### Data for the task ###

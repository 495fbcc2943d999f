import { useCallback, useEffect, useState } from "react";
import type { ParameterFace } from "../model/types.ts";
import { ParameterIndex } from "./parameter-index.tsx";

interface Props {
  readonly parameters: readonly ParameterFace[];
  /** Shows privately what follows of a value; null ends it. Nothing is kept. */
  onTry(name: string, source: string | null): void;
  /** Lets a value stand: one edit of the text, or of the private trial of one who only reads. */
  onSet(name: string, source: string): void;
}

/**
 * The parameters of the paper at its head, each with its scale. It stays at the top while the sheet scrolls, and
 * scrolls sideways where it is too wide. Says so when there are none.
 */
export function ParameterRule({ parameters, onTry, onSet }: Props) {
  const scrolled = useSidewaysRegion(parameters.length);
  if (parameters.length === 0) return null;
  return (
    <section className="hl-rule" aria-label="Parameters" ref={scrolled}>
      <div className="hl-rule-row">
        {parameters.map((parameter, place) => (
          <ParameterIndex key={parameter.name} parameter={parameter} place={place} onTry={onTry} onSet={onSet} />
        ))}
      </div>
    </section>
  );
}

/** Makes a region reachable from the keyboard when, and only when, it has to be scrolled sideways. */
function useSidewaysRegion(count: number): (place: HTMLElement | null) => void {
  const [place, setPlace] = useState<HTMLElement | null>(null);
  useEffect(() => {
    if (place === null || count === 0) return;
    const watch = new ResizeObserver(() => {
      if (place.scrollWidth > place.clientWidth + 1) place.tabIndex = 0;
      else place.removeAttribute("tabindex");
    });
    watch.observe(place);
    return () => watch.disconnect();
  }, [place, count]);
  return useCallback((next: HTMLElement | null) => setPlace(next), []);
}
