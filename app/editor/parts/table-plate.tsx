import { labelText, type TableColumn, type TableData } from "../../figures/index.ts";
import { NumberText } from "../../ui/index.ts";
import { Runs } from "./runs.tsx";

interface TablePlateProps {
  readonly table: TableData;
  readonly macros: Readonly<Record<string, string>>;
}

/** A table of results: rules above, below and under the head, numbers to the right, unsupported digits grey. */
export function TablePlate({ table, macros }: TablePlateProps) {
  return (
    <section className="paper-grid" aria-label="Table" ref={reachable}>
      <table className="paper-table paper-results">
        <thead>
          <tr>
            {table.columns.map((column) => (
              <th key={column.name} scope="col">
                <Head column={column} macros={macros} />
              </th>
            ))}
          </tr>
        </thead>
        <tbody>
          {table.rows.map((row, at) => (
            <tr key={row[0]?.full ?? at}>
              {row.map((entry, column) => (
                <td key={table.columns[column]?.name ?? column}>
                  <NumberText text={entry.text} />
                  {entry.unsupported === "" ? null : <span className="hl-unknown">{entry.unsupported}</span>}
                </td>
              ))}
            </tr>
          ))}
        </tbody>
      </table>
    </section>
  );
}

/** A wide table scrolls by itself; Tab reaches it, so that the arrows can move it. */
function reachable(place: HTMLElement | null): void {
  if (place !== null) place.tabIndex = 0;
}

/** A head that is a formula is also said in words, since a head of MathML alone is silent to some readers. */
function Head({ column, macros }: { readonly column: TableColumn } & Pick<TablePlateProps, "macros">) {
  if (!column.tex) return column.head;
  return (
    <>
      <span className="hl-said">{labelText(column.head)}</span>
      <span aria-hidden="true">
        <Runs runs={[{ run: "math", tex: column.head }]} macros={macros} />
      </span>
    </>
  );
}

###
### Data for the task ###

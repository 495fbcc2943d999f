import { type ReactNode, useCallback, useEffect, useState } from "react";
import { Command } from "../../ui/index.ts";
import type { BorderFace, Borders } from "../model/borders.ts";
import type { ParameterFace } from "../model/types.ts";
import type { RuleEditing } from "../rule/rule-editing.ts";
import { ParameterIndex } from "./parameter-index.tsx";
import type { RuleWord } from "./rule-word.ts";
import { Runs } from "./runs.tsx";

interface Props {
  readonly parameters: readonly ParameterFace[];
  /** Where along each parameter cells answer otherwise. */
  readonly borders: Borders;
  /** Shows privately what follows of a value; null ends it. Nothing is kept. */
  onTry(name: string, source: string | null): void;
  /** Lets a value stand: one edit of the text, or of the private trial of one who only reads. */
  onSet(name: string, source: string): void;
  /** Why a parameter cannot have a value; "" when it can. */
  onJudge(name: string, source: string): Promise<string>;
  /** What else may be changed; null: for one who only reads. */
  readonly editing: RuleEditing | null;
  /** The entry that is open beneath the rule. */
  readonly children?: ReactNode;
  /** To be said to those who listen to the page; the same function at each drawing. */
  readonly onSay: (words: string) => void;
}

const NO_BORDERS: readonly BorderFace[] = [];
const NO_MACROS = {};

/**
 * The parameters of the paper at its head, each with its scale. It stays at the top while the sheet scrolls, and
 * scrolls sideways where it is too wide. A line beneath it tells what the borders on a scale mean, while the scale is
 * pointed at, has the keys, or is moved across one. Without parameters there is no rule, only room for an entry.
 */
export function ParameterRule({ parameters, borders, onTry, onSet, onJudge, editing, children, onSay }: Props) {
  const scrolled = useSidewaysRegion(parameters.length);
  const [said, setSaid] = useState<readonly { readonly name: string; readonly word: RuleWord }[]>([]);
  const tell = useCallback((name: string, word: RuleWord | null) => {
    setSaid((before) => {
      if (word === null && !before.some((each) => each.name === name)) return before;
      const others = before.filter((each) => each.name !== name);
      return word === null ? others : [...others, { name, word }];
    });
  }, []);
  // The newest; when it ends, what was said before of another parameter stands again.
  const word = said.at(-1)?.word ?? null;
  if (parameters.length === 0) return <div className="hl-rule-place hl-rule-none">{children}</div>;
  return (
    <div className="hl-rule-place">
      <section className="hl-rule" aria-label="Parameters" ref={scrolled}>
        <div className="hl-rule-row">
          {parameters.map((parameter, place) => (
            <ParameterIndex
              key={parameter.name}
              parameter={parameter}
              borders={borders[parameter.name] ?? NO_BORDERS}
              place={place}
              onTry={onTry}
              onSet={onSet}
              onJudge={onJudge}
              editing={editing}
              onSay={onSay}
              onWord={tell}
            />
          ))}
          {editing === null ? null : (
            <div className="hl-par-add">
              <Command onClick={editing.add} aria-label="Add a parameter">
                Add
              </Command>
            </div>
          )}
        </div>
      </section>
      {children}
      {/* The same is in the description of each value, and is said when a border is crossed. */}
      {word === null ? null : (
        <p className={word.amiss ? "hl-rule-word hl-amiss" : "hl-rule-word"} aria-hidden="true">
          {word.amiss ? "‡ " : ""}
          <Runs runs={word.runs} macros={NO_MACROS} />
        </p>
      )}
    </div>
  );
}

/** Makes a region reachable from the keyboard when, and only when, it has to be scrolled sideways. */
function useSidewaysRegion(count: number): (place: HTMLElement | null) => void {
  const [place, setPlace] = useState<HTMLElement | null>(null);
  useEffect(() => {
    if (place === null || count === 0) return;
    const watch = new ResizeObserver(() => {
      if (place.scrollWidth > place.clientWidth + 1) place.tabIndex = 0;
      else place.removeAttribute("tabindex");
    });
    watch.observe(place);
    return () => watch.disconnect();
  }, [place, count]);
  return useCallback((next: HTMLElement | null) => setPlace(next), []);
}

###

▶ [Your goal] Only the number of lines in the data that hold "useEffect" should be stated.

▶ [Finished exercise] 4